ACTIVITY: For the entries below, how many lines contain the word "ToString"? Reply with the number and nothing else.

[Records from a dataset]
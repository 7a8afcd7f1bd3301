using System.ComponentModel.DataAnnotations;
using Partwise.Core.Problems;
using Partwise.Core.Ratios;

namespace Partwise.Api.Shapes;

/// <summary>
/// One log-ratio (<c>{"num": [...], "den": [...], "kind": ...}</c>). One part on each side is a pairwise
/// log-ratio; with more on a side, <c>kind</c> is required: <c>amalgamation</c> ln(Σ num / Σ den) or
/// <c>balance</c> √(r s / (r + s)) ln(g(num) / g(den)) (Egozcue &amp; Pawlowsky-Glahn 2005).
/// </summary>
public sealed record RatioOption
{
    /// <summary>The kind names of the contract.</summary>
    public static readonly string[] Kinds = ["pairwise", "amalgamation", "balance"];

    /// <summary>Numerator part names (one or more).</summary>
    [Required]
    public IReadOnlyList<string>? Num { get; init; }

    /// <summary>Denominator part names (one or more, none in the numerator).</summary>
    [Required]
    public IReadOnlyList<string>? Den { get; init; }

    /// <summary><c>pairwise</c>, <c>amalgamation</c> or <c>balance</c>; required when a side has more than one part.</summary>
    [AllowedValues("pairwise", "amalgamation", "balance")]
    public string? Kind { get; init; }

    /// <summary>The Core ratio over <paramref name="parts"/>.</summary>
    /// <exception cref="CompositionException">400 for a missing side or unknown kind name; the Core's 422s otherwise.</exception>
    public LogRatio ToLogRatio(IReadOnlyList<string> parts, string pointer)
    {
        RatioKind? kind = Kind switch
        {
            null => null,
            "pairwise" => RatioKind.Pairwise,
            "amalgamation" => RatioKind.Amalgamation,
            "balance" => RatioKind.Balance,
            _ => throw new CompositionException(ProblemTypes.InvalidInput, pointer + "/kind", $"The kind '{Kind}' is unknown; use one of {string.Join(", ", Kinds)}."),
        };
        var num = Num ?? throw new CompositionException(ProblemTypes.InvalidInput, pointer + "/num", "A ratio needs \"num\": the numerator part names.");
        var den = Den ?? throw new CompositionException(ProblemTypes.InvalidInput, pointer + "/den", "A ratio needs \"den\": the denominator part names.");
        return LogRatio.Create(parts, num, den, kind, pointer);
    }
}
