using System.Text.Json;
using Partwise.Core.Tests.Support;

namespace Partwise.Core.Tests.Screening;

/// <summary>scikit-learn's MinCovDet (Debian python3-sklearn) on a coordinate matrix, with its intermediate pieces.</summary>
internal static class ScatterReference
{
    // Common part: our conventions computed by scipy from sklearn's pieces. sklearn's reweighted covariance has
    // divisor Σw and no consistency factor; ours has divisor Σw − 1 and c₁ = 0.975 / F_χ²(p+2)(χ²_p(0.975)).
    private const string Prelude =
        """
        import json, sys
        import numpy as np
        from scipy.stats import chi2
        from sklearn.covariance import MinCovDet
        from sklearn.covariance._robust_covariance import c_step
        d = json.load(sys.stdin)
        X = np.array(d['x'], dtype=float)
        n, p = X.shape
        q = chi2.ppf(0.975, p)
        c1 = 0.975 / chi2.cdf(q, p + 2)
        def d2(loc, cov):
            c = X - loc
            return np.einsum('ij,jk,ik->i', c, np.linalg.inv(cov), c)
        def ours(m):
            w = m.support_.sum()
            return m.covariance_ * w / (w - 1) * c1
        def logdet(rows):
            return float(np.linalg.slogdet(np.cov(X[rows].T, bias=True))[1])
        """;

    // sklearn's own search from its fixed random_state.
    private const string FitScript =
        Prelude +
        """

        m = MinCovDet(random_state=0).fit(X)
        cov = ours(m)
        print(json.dumps({
            'rawSupport': [int(i) for i in np.flatnonzero(m.raw_support_)],
            'rawLogDet': logdet(m.raw_support_),
            'location': m.location_.tolist(),
            'covariance': cov.ravel().tolist(),
            'flagged': [int(i) for i in np.flatnonzero(d2(m.location_, cov) > q)],
            'flaggedAsSklearn': [int(i) for i in np.flatnonzero(m.mahalanobis(X) > q)],
        }))
        """;

    // sklearn's C-step started from our raw estimate, then sklearn's own correct_covariance and reweight_covariance,
    // the steps MinCovDet.fit runs after its search.
    private const string FromRawScript =
        Prelude +
        """

        h = d['h']
        loc, cov, det, support, dist = c_step(X, h, initial_estimates=(np.array(d['location']), np.array(d['covariance']).reshape(p, p)), random_state=0)
        m = MinCovDet(random_state=0)
        m.raw_location_, m.raw_covariance_, m.raw_support_ = loc, cov, support
        m.location_, m.support_, m.dist_ = loc, support, dist
        correction = float(np.median(dist) / chi2(p).isf(0.5))
        m.correct_covariance(X)
        m.reweight_covariance(X)
        print(json.dumps({
            'rawSupport': [int(i) for i in np.flatnonzero(support)],
            'rawLocation': loc.tolist(),
            'rawCovariance': (cov * correction).ravel().tolist(),
            'correction': correction,
            'support': [int(i) for i in np.flatnonzero(m.support_)],
            'location': m.location_.tolist(),
            'covariance': ours(m).ravel().tolist(),
            'c1': float(c1),
            'flagged': [int(i) for i in np.flatnonzero(d2(m.location_, ours(m)) > q)],
        }))
        """;

    /// <summary>MinCovDet(random_state=0).fit: its raw subset, log-determinant, final estimate in our conventions, and flags.</summary>
    public static JsonElement MinCovDet(double[] coordinates, int p) =>
        PythonReference.Run(FitScript, new { x = CoordinateMaps.Rows(coordinates, p) });

    /// <summary>sklearn's C-step from the given raw estimate, then sklearn's consistency correction and reweighting.</summary>
    public static JsonElement FromRaw(double[] coordinates, int p, int h, IReadOnlyList<double> location, IReadOnlyList<double> covariance) =>
        PythonReference.Run(FromRawScript, new { x = CoordinateMaps.Rows(coordinates, p), h, location, covariance });

    public static int[] Ints(this JsonElement e) => [.. e.EnumerateArray().Select(x => x.GetInt32())];

    public static double[] Doubles(this JsonElement e) => [.. e.EnumerateArray().Select(x => x.GetDouble())];
}
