using System.Globalization;
using System.Security.Cryptography;
using System.Text;
using Microsoft.AspNetCore.Http.HttpResults;
using Microsoft.Net.Http.Headers;
using Partwise.Api.Baselines;
using Partwise.Api.Credentials;
using Partwise.Api.Infrastructure;
using Partwise.Api.Infrastructure.Metrics;
using Partwise.Api.Infrastructure.OpenApi;
using Partwise.Core.Problems;
using Partwise.Storage.Flags;
using Serilog;

namespace Partwise.Api.Flags;

/// <summary>Flags raised by screenings: listing with cursors, ETags and long polling, and review.</summary>
public static class FlagEndpoints
{
    /// <summary>The longest wait of a long poll.</summary>
    public const int MaxWaitSeconds = 30;

    /// <summary>Maps <c>GET /v1/flags</c> and <c>POST /v1/flags/{id}/review</c>.</summary>
    public static RouteGroupBuilder MapFlags(this IEndpointRouteBuilder app)
    {
        var group = app.MapGroup("/v1/flags").WithTags("Flags").ProducesProblem(StatusCodes.Status503ServiceUnavailable);

        group.MapGet("", List)
            .RequireRole(Roles.Reader)
            .WithName("ListFlags")
            .WithSummary("List flags, or wait for new ones")
            .WithDescription(
                "Flags in the order they were committed, filtered by `baseline` (an id) and `status` (`open` by default, " +
                "`confirmed`, `dismissed` or `any`), `limit` per page (1 to 500, default 100), resuming `after` a " +
                "cursor (the `next` of the previous page: following it never skips or repeats a flag). The response " +
                "has an `ETag` that changes whenever any flag is raised or reviewed; a matching `If-None-Match` is " +
                "answered 304 with no body. `waitSeconds` (0 to 30) makes it a long poll: with a matching " +
                "`If-None-Match` the answer waits until the ETag would change (then 200) or the time is up (then 304); " +
                "without one, an empty page waits for the first change and answers the page then, or the unchanged " +
                "page at the timeout. Bad query parameters are 400 `/problems/invalid-input` whose pointer names the " +
                "parameter as if the query were a JSON object (`/after`, `/limit`, `/waitSeconds`, `/status`): a " +
                "malformed cursor, a limit outside 1 to 500 or a wait over 30 s are refused, not clamped. Flags are " +
                "statistical signals for review by a qualified analyst, not decisions.")
            .Produces(StatusCodes.Status304NotModified)
            .ProducesProblem(StatusCodes.Status400BadRequest);

        group.MapPost("/{id}/review", Review)
            .RequireRole(Roles.Reviewer)
            .WithName("ReviewFlag")
            .WithSummary("Record an analyst's review of a flag")
            .WithDescription(
                "Sets the flag's `status` to `confirmed` or `dismissed` with an optional `note` and `reviewer`, " +
                "replacing an earlier review, and answers the flag. A status other than those is a 400; an unknown " +
                "flag a 404 `/problems/not-found`. The review records an analyst's judgement; the service makes none.")
            .WithMetadata(new JsonRequestMetadata(typeof(ReviewRequest), BaselineExamples.Review))
            .ProducesProblem(StatusCodes.Status400BadRequest)
            .ProducesProblem(StatusCodes.Status404NotFound)
            .ProducesProblem(StatusCodes.Status413PayloadTooLarge)
            .ProducesProblem(StatusCodes.Status415UnsupportedMediaType);

        return group;
    }

    /// <summary>One page of flags.</summary>
    /// <param name="baseline">Only flags of this baseline id.</param>
    /// <param name="status"><c>open</c> (default), <c>confirmed</c>, <c>dismissed</c> or <c>any</c>.</param>
    /// <param name="after">A cursor: the <c>next</c> of an earlier page.</param>
    /// <param name="limit">The page size, an integer from 1 to 500; default 100.</param>
    /// <param name="waitSeconds">Long poll: wait up to this many seconds (an integer from 0 to 30) for a change.</param>
    /// <param name="context">The request, for <c>If-None-Match</c> and the <c>ETag</c>.</param>
    /// <param name="store">The store.</param>
    /// <param name="log">The request's completion event.</param>
    public static async Task<Results<Ok<FlagPageResponse>, StatusCodeHttpResult, ProblemHttpResult>> List(
        string? baseline,
        string? status,
        string? after,
        string? limit,
        string? waitSeconds,
        HttpContext context,
        StoreAccess store,
        IDiagnosticContext log)
    {
        ArgumentNullException.ThrowIfNull(context);
        ArgumentNullException.ThrowIfNull(store);
        FlagQuery query;
        int wait;
        try
        {
            (query, wait) = ReadQuery(baseline, status, after, limit, waitSeconds);
        }
        catch (CompositionException e)
        {
            return ProblemCatalog.ToResult(e);
        }

        var cancellationToken = context.RequestAborted;
        var storage = await store.ReadyAsync(cancellationToken).ConfigureAwait(false);
        var flags = storage.Flags;
        var page = await flags.ListAsync(query, cancellationToken).ConfigureAwait(false);
        var etag = ETagOf(page.Token, query);
        var matches = Matches(context.Request, etag);
        if (wait > 0 && (matches || page.Items.Count == 0))
        {
            var changed = await flags.WaitForChangeAsync(page.Token, TimeSpan.FromSeconds(wait), cancellationToken).ConfigureAwait(false);
            if (changed != page.Token)
            {
                page = await flags.ListAsync(query, cancellationToken).ConfigureAwait(false);
                etag = ETagOf(page.Token, query);
                matches = Matches(context.Request, etag);
            }
        }

        context.Response.Headers.ETag = etag;
        context.Response.Headers.CacheControl = "no-cache";
        log.Set("FlagCount", page.Items.Count);
        if (matches)
        {
            return TypedResults.StatusCode(StatusCodes.Status304NotModified);
        }

        return TypedResults.Ok(new FlagPageResponse([.. page.Items.Select(FlagItem.From)], page.Next?.ToString(), page.HasMore));
    }

    /// <summary>Records a review.</summary>
    /// <param name="id">The flag's id.</param>
    /// <param name="request">The review.</param>
    /// <param name="store">The store.</param>
    /// <param name="cancellationToken">The request's cancellation.</param>
    public static async Task<Results<Ok<FlagItem>, ProblemHttpResult>> Review(string id, ReviewRequest request, StoreAccess store, CancellationToken cancellationToken)
    {
        ArgumentNullException.ThrowIfNull(request);
        ArgumentNullException.ThrowIfNull(store);
        if (!FlagStatusNames.TryParseStatus(request.Status, out var status) || status == FlagStatus.Open)
        {
            return ProblemCatalog.ToResult(new CompositionException(ProblemTypes.InvalidInput, "/status", "A review needs \"status\": confirmed or dismissed."));
        }

        if (request.Note is { Length: > 2_000 })
        {
            return ProblemCatalog.ToResult(new CompositionException(ProblemTypes.InvalidInput, "/note", "The note has at most 2,000 characters."));
        }

        if (request.Reviewer is { Length: > 200 })
        {
            return ProblemCatalog.ToResult(new CompositionException(ProblemTypes.InvalidInput, "/reviewer", "The reviewer has at most 200 characters."));
        }

        var storage = await store.ReadyAsync(cancellationToken).ConfigureAwait(false);
        var flag = await storage.Flags.ReviewAsync(id, status, request.Note, request.Reviewer, cancellationToken).ConfigureAwait(false);
        return flag is null
            ? ProblemCatalog.ToResult(new CompositionException(ProblemTypes.NotFound, "", $"There is no flag with id '{id}'."))
            : TypedResults.Ok(PartwiseMetrics.Reviewed(FlagItem.From(flag)));
    }

    /// <summary>Reads and checks the query; problems point at <c>/{parameter}</c>.</summary>
    /// <exception cref="CompositionException">400 for a bad parameter.</exception>
    public static (FlagQuery Query, int WaitSeconds) ReadQuery(string? baseline, string? status, string? after, string? limit, string? waitSeconds)
    {
        var filter = FlagStatusFilter.Open;
        if (status is not null && !FlagStatusNames.TryParseFilter(status, out filter))
        {
            throw new CompositionException(ProblemTypes.InvalidInput, "/status", "The query parameter 'status' is open, confirmed, dismissed or any.");
        }

        FlagCursor? cursor = null;
        if (after is not null)
        {
            cursor = FlagCursor.TryParse(after, out var parsed)
                ? parsed
                : throw new CompositionException(ProblemTypes.InvalidInput, "/after", "The query parameter 'after' is not a cursor this service made; pass the 'next' of an earlier page unchanged.");
        }

        var size = Integer(limit, "limit", 1, FlagQuery.MaxLimit) ?? FlagQuery.DefaultLimit;
        var wait = Integer(waitSeconds, "waitSeconds", 0, MaxWaitSeconds) ?? 0;
        if (baseline is { Length: 0 })
        {
            throw new CompositionException(ProblemTypes.InvalidInput, "/baseline", "The query parameter 'baseline' is a baseline id; leave it out for all baselines.");
        }

        return (new FlagQuery(baseline, filter, cursor, size), wait);
    }

    /// <summary>
    /// The ETag of a page: the store's change token (which moves with every flag raised or reviewed) and a hash of
    /// the query, so that two different listings never share an ETag.
    /// </summary>
    public static string ETagOf(ChangeToken token, FlagQuery query)
    {
        ArgumentNullException.ThrowIfNull(query);
        var text = string.Create(CultureInfo.InvariantCulture, $"{query.BaselineId}\n{query.Status}\n{query.After?.ToString()}\n{query.Limit}");
        var hash = Convert.ToHexStringLower(SHA256.HashData(Encoding.UTF8.GetBytes(text)))[..16];
        return $"\"{token}.{hash}\"";
    }

    private static bool Matches(HttpRequest request, string etag)
    {
        if (!EntityTagHeaderValue.TryParseList(request.Headers.IfNoneMatch, out var tags))
        {
            return false;
        }

        var ours = new EntityTagHeaderValue(etag);
        // If-None-Match uses the weak comparison (RFC 9110 §13.1.2).
        return tags.Any(t => t.Equals(EntityTagHeaderValue.Any) || t.Compare(ours, useStrongComparison: false));
    }

    private static int? Integer(string? text, string name, int min, int max)
    {
        if (text is null)
        {
            return null;
        }

        return int.TryParse(text, NumberStyles.None, CultureInfo.InvariantCulture, out var value) && value >= min && value <= max
            ? value
            : throw new CompositionException(ProblemTypes.InvalidInput, "/" + name, string.Create(CultureInfo.InvariantCulture, $"The query parameter '{name}' is an integer from {min} to {max}; larger values are refused, not clamped."));
    }
}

TASK SOLUTION: 2